### [ASSIGNMENT]
Using the listing below, retype exactly the lines starting at the one with "import tempfile" and ending at the one with "for stem in", and include both.

### [MATERIAL PROVIDED]

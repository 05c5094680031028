"""Plots (matplotlib, imported only here and only when a plot is asked for).

The look is the project's own: a dark ink for the design, a warm clay
dashed line for the passive reference, thin grid, frequency in Hz on a log
axis, level in dB.
"""

from __future__ import annotations

import io
from pathlib import Path

import numpy as np

from .atomic import write_bytes

INK = "#1d3557"
CLAY = "#b5651d"
MAX_COLUMNS = 1200  # spectrogram time columns at most
PALETTE = ["#1d3557", "#2a9d8f", "#e76f51", "#6a4c93", "#8ab17d", "#e9c46a", "#264653", "#9c6644"]


def _plt():
    import matplotlib

    matplotlib.use("Agg")
    import matplotlib.pyplot as plt

    return plt


def _hz_axis(ax, fmin, fmax):
    from matplotlib.ticker import FixedLocator, FuncFormatter, NullLocator

    ax.set_xscale("log")
    ax.set_xlim(fmin, fmax)
    decades = np.arange(np.floor(np.log10(fmin)), np.ceil(np.log10(fmax)) + 1)
    ax.xaxis.set_major_locator(FixedLocator([10**d for d in decades]))
    ax.xaxis.set_major_formatter(FuncFormatter(lambda v, _: f"{v / 1000:g}k" if v >= 1000 else f"{v:g}"))
    # the minor grid as one collection of lines rather than minor ticks: a tick is five
    # artists, and on a log axis they cost most of a plot's time
    ax.xaxis.set_minor_locator(NullLocator())
    minors = [m * 10**d for d in decades for m in range(2, 10) if fmin < m * 10**d < fmax]
    ax.vlines(minors, 0, 1, transform=ax.get_xaxis_transform(), colors="#eeeeee", linewidth=0.4, zorder=0)
    ax.grid(True, which="major", color="#cccccc", linewidth=0.6)


def phase_deg(f, h):
    """Unwrapped phase (degrees), shifted by whole turns so it lies in (-180, 180] at 1 kHz."""
    ph = np.degrees(np.unwrap(np.angle(h)))
    ref = ph[int(np.argmin(np.abs(np.log(np.asarray(f) / 1000.0))))]
    return ph - 360.0 * np.round(ref / 360.0)


def save(fig, path, *, overwrite):
    buf = io.BytesIO()
    fig.savefig(buf, format="png", dpi=110, metadata={"Software": None}, pil_kwargs={"compress_level": 1})
    _plt().close(fig)
    write_bytes(path, buf.getvalue(), overwrite=overwrite)
    return Path(path)


def response_plot(path, f, curves, *, passive=None, title="", overwrite=False):
    """Magnitude (dB) and phase (degrees) against frequency (Hz).

    ``curves`` is a list of (label, complex response (F,)); ``passive`` an
    optional (label, complex response) drawn dashed.
    """
    plt = _plt()
    fig, (ax1, ax2) = plt.subplots(2, 1, figsize=(8, 6.2), sharex=True, gridspec_kw={"height_ratios": [3, 2]})
    for i, (label, h) in enumerate(curves):
        col = PALETTE[i % len(PALETTE)]
        ax1.plot(f, 20 * np.log10(np.abs(h)), color=col, lw=1.8, label=label)
        ax2.plot(f, phase_deg(f, h), color=col, lw=1.4)
    if passive is not None:
        label, h = passive
        ax1.plot(f, 20 * np.log10(np.abs(h)), color=CLAY, lw=1.4, ls="--", label=label)
        ax2.plot(f, phase_deg(f, h), color=CLAY, lw=1.1, ls="--")
    for ax in (ax1, ax2):
        _hz_axis(ax, f[0], f[-1])
    ax1.set_ylabel("level (dB re 1 V per m/s)")
    ax2.set_ylabel("phase (degrees)")
    from matplotlib.ticker import MultipleLocator

    ax2.yaxis.set_major_locator(MultipleLocator(90))
    ax2.set_xlabel("frequency (Hz)")
    ax1.legend(loc="lower center", fontsize=8, frameon=False, ncol=min(3, len(curves) + 1))
    if title:
        ax1.set_title(title, fontsize=10, loc="left")
    fig.subplots_adjust(left=0.1, right=0.98, bottom=0.09, top=0.94, hspace=0.06)  # fixed margins: tight_layout costs half the plot
    return save(fig, path, overwrite=overwrite)


def rejection_plot(path, f, curves, *, marks=(), overwrite=False):
    """Hum rejection (dB) against frequency, mains harmonics marked."""
    plt = _plt()
    fig, ax = plt.subplots(figsize=(8, 4.5))
    for i, (label, r) in enumerate(curves):
        ax.plot(f, r, color=PALETTE[i % len(PALETTE)], lw=1.8, label=label)
    for m in marks:
        ax.axvline(m, color=CLAY, lw=0.7, ls=":", alpha=0.8)
    _hz_axis(ax, f[0], f[-1])
    ax.set_xlabel("frequency (Hz); dotted: mains harmonics")
    ax.set_ylabel("hum rejection (dB)")
    ax.legend(fontsize=8, frameon=False)
    fig.subplots_adjust(left=0.11, right=0.98, bottom=0.12, top=0.92)
    return save(fig, path, overwrite=overwrite)


def histogram_plot(path, values, *, xlabel, title="", overwrite=False):
    """Histogram of Monte Carlo results with the median and 5th percentile marked."""
    plt = _plt()
    fig, ax = plt.subplots(figsize=(7, 4))
    ax.hist(values, bins=50, color=PALETTE[1], alpha=0.85)
    for q, ls, name in ((50, "-", "median"), (5, "--", "5th percentile")):
        v = np.percentile(values, q)
        ax.axvline(v, color=INK, ls=ls, lw=1.2, label=f"{name} {v:.1f} dB")
    ax.set_xlabel(xlabel)
    ax.set_ylabel("trials")
    ax.legend(fontsize=8, frameon=False)
    if title:
        ax.set_title(title, fontsize=10, loc="left")
    fig.subplots_adjust(left=0.11, right=0.98, bottom=0.12, top=0.92)
    return save(fig, path, overwrite=overwrite)


def spectrum_plot(path, curves, *, title="", overwrite=False):
    """Long-term average spectra: ``curves`` is a list of (label, f (F,), level dB (F,), dashed)."""
    plt = _plt()
    fig, ax = plt.subplots(figsize=(8, 4.5))
    for i, (label, f, lv, dashed) in enumerate(curves):
        sel = f > 0
        ax.plot(f[sel], lv[sel], color=CLAY if dashed else PALETTE[i % len(PALETTE)], lw=1.2 if dashed else 1.5, ls="--" if dashed else "-", label=label)
    band = [lv[(f >= 20) & (f <= 20000)] for _, f, lv, _ in curves]
    top = max(float(np.max(x)) for x in band if x.size) if any(x.size for x in band) else 0.0
    ax.set_ylim(top - 100, top + 5)  # 100 dB of range below the loudest band
    _hz_axis(ax, 20, 20000)
    ax.set_xlabel("frequency (Hz)")
    ax.set_ylabel("level (dB re 1 V²/Hz)")
    ax.legend(fontsize=8, frameon=False)
    if title:
        ax.set_title(title, fontsize=10, loc="left")
    fig.subplots_adjust(left=0.11, right=0.98, bottom=0.12, top=0.92)
    return save(fig, path, overwrite=overwrite)


def spectrogram_plot(path, samples, *, sample_rate, title="", unit="V", overwrite=False):
    """Spectrogram (dB) on a log-frequency axis, 40 Hz to 20 kHz."""
    plt = _plt()
    x = np.asarray(samples, float)
    seg = 2048 if x.size >= 2048 else max(64, x.size)
    hop = max(seg // 4, -(-x.size // MAX_COLUMNS))  # at most MAX_COLUMNS columns: a long clip stays light
    starts = np.arange(0, max(x.size - seg, 0) + 1, hop)
    w = np.hanning(seg + 1)[:-1]
    f = np.fft.rfftfreq(seg, 1 / sample_rate)
    s = np.empty((f.size, starts.size))
    for c in range(0, starts.size, 128):  # a few columns at a time (power density, one-sided)
        idx = starts[c : c + 128, None] + np.arange(seg)[None, :]
        s[:, c : c + 128] = (np.abs(np.fft.rfft(x[idx] * w, axis=1)) ** 2).T * (2.0 / (sample_rate * np.sum(w * w)))
    t = (starts + seg / 2) / sample_rate
    level = 10 * np.log10(np.maximum(s, 1e-30))
    top = level.max() if level.size else 0.0
    # resample onto log-spaced rows and draw as an image: light to draw however long the clip
    fmax = min(20000.0, sample_rate / 2)
    rows = np.geomspace(40.0, fmax, 320)
    img = np.empty((rows.size, level.shape[1]))
    for j in range(level.shape[1]):
        img[:, j] = np.interp(rows, f, level[:, j])
    fig, ax = plt.subplots(figsize=(8, 4.2))
    t0, t1 = (t[0], t[-1]) if t.size > 1 else (0.0, x.size / sample_rate)
    mesh = ax.imshow(img, origin="lower", aspect="auto", cmap="magma", vmin=top - 90, vmax=top, extent=[t0, t1, np.log10(40.0), np.log10(fmax)], interpolation="nearest")
    ticks = [v for v in (50, 100, 200, 500, 1000, 2000, 5000, 10000, 20000) if v <= fmax]
    ax.set_yticks(np.log10(ticks))
    ax.set_yticklabels([f"{v / 1000:g}k" if v >= 1000 else f"{v:g}" for v in ticks])
    ax.set_xlabel("time (s)")
    ax.set_ylabel("frequency (Hz)")
    fig.colorbar(mesh, ax=ax, label=f"dB re 1 {unit}²/Hz")
    if title:
        ax.set_title(title, fontsize=10, loc="left")
    fig.subplots_adjust(left=0.1, right=1.0, bottom=0.12, top=0.92)
    return save(fig, path, overwrite=overwrite)


def overlay_plot(path, f, curves, passives, *, overwrite=False):
    """Every design's magnitude response, the passive references dashed."""
    plt = _plt()
    fig, ax = plt.subplots(figsize=(9, 5))
    for i, (label, h) in enumerate(curves):
        ax.plot(f, 20 * np.log10(np.abs(h)), color=PALETTE[i % len(PALETTE)], lw=1.6, label=label)
    for label, h in passives:
        ax.plot(f, 20 * np.log10(np.abs(h)), color=CLAY, lw=1.1, ls="--", label=label)
    _hz_axis(ax, f[0], f[-1])
    ax.set_xlabel("frequency (Hz)")
    ax.set_ylabel("level (dB re 1 V per m/s)")
    ax.legend(fontsize=8, frameon=False, ncol=2)
    ax.set_title("string velocity to amp input, every design", fontsize=10, loc="left")
    fig.subplots_adjust(left=0.11, right=0.98, bottom=0.12, top=0.92)
    return save(fig, path, overwrite=overwrite)


def lines_plot(path, x, series, *, xlabel, ylabel, title="", overwrite=False):
    """Simple line plot: ``series`` is a list of (label, y (len(x),), dashed)."""
    plt = _plt()
    fig, ax = plt.subplots(figsize=(7.5, 4.2))
    for i, (label, y, dashed) in enumerate(series):
        ax.plot(x, y, marker="o", ms=4, color=PALETTE[i % len(PALETTE)], lw=1.6, ls="--" if dashed else "-", label=label)
    ax.grid(True, color="#dddddd", linewidth=0.6)
    ax.set_xlabel(xlabel)
    ax.set_ylabel(ylabel)
    ax.legend(fontsize=8, frameon=False)
    if title:
        ax.set_title(title, fontsize=10, loc="left")
    fig.subplots_adjust(left=0.11, right=0.98, bottom=0.12, top=0.92)
    return save(fig, path, overwrite=overwrite)


def transfer_plot(path, curves, *, title="", overwrite=False):
    """The soft limit's transfer curve(s) with bias points marked.

    ``curves``: list of (label, x (V), y (V), [(bias_v, point_label), …]).
    """
    plt = _plt()
    fig, ax = plt.subplots(figsize=(7, 5))
    for i, (label, x, y, points) in enumerate(curves):
        col = PALETTE[i % len(PALETTE)]
        ax.plot(x, y, color=col, lw=1.8, label=label)
        for b, plabel in points:
            ax.plot([b], [b], "o", color=col, ms=5)
            ax.annotate(plabel, (b, b), textcoords="offset points", xytext=(6, -12), fontsize=7, color=col)
    ax.plot([x[0], x[-1]], [x[0], x[-1]], color="#bbbbbb", lw=0.8, ls=":")
    ax.grid(True, color="#dddddd", linewidth=0.6)
    ax.set_xlabel("op-amp output, linear (V)")
    ax.set_ylabel("op-amp output, limited (V)")
    ax.legend(fontsize=8, frameon=False, loc="upper left")
    if title:
        ax.set_title(title, fontsize=10, loc="left")
    fig.tight_layout()
    return save(fig, path, overwrite=overwrite)
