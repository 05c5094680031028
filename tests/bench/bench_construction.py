"""Speed of the construction chain (run by hand: ``python tests/bench/bench_construction.py``).

Prints, for each slipway demo design: the field solve and sensing without a
cache (CPU and wall time), a load from the disk cache, and the two-polarisation
synthesis of the default phrase against real time. Targets of our own: a
first load of a few seconds of CPU, a cached load well under a second, the
synthesis faster than real time. Not collected by pytest (no unit test is timed).
"""

from __future__ import annotations

import os
import sys
import tempfile
import time
from pathlib import Path

ROOT = Path(__file__).resolve().parents[2]
sys.path.insert(0, str(ROOT))


def main() -> None:
    with tempfile.TemporaryDirectory() as cache:
        os.environ["RENDER_CACHE_DIR"] = cache
        from render.design import load_design
        from render.design.construction import _sensing, pickup_for
        from render.dry import default_dry_path, load_dry

        for stem in ("slipway-steel-blades", "slipway-steel-poles", "slipway-magnet-blades"):
            path = ROOT / "models" / f"{stem}.toml"
            _sensing.cache_clear()
            w, c = time.perf_counter(), time.process_time()
            d = load_design(path)
            first = (time.perf_counter() - w, time.process_time() - c)
            _sensing.cache_clear()
            w = time.perf_counter()
            load_design(path)
            cached = time.perf_counter() - w
            pk = pickup_for(d)
            w = time.perf_counter()
            dry = load_dry(default_dry_path(), sample_rate=48000, positions=(d.coil_a.position, d.coil_b.position), apertures=(0, 0), pickup=pk)
            synth = time.perf_counter() - w
            print(
                f"{stem:24s} first load {first[0]:6.2f} s wall, {first[1]:6.2f} s CPU;  cached load {cached * 1e3:6.1f} ms;"
                f"  synthesis of {dry.seconds:.1f} s: {synth:5.2f} s ({dry.seconds / synth:.1f}x real time)"
            )


if __name__ == "__main__":
    main()
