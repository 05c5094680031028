"""``render bias``'s printed sweep table: one row per setting, columns as wide as their cells (:mod:`render.report.table`)."""

from __future__ import annotations

from .table import aligned_pairs, table_lines

SWEEP_HEADER = ("setting", "bias", "headroom up/down", "onset velocity up/down (m/s)", "THD", "H2", "H3", "after a 60 ms burst")


def sweep_title(sw) -> str:
    """The line above the table: the design, how the divider moves, and the test sine."""
    d = sw.design
    how = "parallel resistance kept" if sw.keep_load else "total resistance kept"
    return f"{d.name}  ({d.source}); divider {how}; test sine 1 kHz, {sw.sine_velocity_m_per_s:.3g} m/s peak"


def sweep_lines(sw) -> list[str]:
    """The title and the table of a :class:`render.analysis.bias.BiasSweep`; words stand where a figure is undefined."""
    from ..analysis.bias import headroom_cell, onset_cell
    from ..analysis.recovery import recovery_cell
    from ..analysis.undefined import cell

    rows = sw.rows
    headroom = aligned_pairs([headroom_cell(r) for r in rows])
    onsets = aligned_pairs([onset_cell(r) for r in rows])
    cells = [
        (
            r["setting"],
            f"{r['bias_v']:.2f} V",
            up_down,
            onset,
            cell(r["sine"], "thd_percent", ".2f", " %"),
            cell(r["sine"], "h2_db", ".1f", " dB"),
            cell(r["sine"], "h3_db", ".1f", " dB"),
            recovery_cell(r),
        )
        for r, up_down, onset in zip(rows, headroom, onsets)
    ]
    return [sweep_title(sw), *table_lines(SWEEP_HEADER, cells, "lrrrrrrr")]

### [ANSWER SPACE]
import tempfile
import time
from pathlib import Path

ROOT = Path(__file__).resolve().parents[2]
sys.path.insert(0, str(ROOT))


def main() -> None:
    with tempfile.TemporaryDirectory() as cache:
        os.environ["RENDER_CACHE_DIR"] = cache
        from render.design import load_design
        from render.design.construction import _sensing, pickup_for
        from render.dry import default_dry_path, load_dry

        for stem in ("slipway-steel-blades", "slipway-steel-poles", "slipway-magnet-blades"):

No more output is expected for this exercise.